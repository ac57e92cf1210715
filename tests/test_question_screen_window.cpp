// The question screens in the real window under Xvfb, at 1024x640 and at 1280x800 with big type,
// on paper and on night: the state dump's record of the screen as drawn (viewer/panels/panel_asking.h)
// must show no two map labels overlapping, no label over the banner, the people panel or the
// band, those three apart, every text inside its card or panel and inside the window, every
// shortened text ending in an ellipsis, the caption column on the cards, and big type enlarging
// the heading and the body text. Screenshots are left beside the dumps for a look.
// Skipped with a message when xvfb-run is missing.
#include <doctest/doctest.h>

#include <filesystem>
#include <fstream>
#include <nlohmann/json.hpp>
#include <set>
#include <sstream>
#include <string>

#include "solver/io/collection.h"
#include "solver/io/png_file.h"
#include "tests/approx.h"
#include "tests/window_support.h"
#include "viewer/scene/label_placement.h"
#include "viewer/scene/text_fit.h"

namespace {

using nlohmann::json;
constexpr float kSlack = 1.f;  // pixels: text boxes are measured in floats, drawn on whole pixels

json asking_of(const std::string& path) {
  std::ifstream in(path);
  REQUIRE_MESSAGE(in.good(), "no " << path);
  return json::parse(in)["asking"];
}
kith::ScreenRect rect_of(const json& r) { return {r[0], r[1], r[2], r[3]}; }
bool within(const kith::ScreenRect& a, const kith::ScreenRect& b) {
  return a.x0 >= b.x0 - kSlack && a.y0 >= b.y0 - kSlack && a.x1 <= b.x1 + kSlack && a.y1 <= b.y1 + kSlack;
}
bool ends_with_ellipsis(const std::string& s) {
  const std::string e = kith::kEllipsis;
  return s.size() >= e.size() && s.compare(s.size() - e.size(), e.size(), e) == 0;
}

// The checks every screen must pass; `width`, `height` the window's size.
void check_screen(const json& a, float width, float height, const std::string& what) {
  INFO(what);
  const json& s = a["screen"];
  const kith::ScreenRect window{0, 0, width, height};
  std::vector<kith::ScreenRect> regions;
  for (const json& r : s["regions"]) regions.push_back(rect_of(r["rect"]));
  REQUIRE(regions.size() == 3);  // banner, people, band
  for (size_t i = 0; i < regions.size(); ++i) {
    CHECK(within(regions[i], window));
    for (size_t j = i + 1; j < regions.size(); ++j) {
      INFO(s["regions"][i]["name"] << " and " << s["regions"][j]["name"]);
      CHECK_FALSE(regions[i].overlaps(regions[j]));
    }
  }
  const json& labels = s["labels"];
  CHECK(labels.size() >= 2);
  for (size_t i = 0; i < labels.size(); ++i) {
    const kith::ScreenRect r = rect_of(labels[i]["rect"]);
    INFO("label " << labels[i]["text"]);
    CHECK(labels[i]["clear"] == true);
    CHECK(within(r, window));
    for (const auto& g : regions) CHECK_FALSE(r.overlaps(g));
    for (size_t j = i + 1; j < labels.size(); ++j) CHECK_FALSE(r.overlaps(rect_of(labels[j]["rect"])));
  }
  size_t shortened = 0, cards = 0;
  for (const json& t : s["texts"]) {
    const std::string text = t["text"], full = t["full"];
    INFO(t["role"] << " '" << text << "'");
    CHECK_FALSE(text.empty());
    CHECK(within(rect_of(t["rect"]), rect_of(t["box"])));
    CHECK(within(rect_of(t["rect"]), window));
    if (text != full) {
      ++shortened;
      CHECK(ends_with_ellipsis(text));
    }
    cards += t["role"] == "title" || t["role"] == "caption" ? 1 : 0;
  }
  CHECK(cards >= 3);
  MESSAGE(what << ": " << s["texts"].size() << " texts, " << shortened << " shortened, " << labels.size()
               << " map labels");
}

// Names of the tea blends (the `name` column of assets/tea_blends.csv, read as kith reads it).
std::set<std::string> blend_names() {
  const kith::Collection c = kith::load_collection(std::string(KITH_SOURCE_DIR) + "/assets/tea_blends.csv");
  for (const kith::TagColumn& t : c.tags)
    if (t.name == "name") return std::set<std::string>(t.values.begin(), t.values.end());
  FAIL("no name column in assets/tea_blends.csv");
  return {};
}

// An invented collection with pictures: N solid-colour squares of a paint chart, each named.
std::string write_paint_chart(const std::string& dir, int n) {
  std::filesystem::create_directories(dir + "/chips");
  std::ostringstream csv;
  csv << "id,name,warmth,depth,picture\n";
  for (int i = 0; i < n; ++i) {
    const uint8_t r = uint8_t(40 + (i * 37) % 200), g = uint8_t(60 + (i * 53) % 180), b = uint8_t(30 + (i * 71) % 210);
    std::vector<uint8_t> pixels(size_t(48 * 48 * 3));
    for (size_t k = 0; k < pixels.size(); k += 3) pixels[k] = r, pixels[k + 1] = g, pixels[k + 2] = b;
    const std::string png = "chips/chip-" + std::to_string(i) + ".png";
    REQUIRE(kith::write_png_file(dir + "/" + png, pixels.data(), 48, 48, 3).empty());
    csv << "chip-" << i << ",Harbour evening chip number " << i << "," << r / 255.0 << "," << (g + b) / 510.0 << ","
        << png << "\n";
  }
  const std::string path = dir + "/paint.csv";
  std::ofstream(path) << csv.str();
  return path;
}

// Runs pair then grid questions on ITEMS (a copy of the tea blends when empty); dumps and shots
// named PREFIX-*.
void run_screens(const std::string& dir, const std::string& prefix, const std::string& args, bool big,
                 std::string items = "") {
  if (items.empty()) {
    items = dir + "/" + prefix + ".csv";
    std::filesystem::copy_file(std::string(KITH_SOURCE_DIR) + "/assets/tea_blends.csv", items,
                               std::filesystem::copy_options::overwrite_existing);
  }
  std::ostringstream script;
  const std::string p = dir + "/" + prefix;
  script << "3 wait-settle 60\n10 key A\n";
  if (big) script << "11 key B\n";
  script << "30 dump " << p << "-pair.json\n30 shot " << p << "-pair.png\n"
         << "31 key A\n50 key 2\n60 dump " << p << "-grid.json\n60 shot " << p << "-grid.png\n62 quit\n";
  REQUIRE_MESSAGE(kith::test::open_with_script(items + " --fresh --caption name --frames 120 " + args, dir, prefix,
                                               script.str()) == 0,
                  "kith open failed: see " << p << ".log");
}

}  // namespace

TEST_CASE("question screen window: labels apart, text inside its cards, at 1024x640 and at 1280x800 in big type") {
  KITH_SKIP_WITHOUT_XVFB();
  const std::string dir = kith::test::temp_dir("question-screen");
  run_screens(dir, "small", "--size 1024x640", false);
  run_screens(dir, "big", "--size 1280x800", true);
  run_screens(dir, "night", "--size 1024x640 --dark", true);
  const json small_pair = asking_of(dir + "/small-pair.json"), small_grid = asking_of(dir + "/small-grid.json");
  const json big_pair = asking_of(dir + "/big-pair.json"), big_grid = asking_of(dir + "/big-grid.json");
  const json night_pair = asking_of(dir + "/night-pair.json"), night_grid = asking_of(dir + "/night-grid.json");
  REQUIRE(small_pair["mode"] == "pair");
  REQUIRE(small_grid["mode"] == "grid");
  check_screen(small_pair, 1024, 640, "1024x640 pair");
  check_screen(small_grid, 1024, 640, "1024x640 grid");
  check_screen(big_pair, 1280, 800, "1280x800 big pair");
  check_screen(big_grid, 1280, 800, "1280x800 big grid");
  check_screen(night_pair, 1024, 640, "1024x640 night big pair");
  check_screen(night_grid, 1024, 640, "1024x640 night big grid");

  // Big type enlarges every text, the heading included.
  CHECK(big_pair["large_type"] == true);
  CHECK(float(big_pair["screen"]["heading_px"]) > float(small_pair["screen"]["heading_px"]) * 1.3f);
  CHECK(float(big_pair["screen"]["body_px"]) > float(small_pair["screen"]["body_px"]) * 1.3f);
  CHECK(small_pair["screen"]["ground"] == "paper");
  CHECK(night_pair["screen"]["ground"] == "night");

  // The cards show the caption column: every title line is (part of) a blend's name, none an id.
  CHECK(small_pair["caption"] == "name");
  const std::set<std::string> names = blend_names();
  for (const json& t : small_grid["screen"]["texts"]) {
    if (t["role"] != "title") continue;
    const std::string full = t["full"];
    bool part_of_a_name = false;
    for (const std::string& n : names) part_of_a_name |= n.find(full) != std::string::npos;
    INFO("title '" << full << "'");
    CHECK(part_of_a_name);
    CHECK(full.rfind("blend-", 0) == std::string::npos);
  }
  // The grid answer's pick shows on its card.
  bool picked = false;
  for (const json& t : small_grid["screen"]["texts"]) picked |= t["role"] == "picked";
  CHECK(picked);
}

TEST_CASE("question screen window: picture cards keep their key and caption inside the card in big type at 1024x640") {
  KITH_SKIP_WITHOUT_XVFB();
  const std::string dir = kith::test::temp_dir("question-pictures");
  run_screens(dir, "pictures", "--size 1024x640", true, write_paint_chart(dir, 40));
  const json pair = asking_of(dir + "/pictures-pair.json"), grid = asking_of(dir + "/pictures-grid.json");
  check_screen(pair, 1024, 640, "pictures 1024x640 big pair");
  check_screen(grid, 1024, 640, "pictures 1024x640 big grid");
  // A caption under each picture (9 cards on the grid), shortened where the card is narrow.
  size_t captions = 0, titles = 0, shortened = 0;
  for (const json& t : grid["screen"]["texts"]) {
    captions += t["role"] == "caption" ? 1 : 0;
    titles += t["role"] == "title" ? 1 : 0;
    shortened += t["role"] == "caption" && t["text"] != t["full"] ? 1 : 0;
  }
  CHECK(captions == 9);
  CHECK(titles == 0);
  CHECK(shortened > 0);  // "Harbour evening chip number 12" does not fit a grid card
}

═══

WHAT TO WORK ON: Go through the material line by line. Show each line that contains the string "path".

SOLUTION TO THIS TASK:
json asking_of(const std::string& path) {
  std::ifstream in(path);
  REQUIRE_MESSAGE(in.good(), "no " << path);
  const std::string path = dir + "/paint.csv";
  std::ofstream(path) << csv.str();
  return path;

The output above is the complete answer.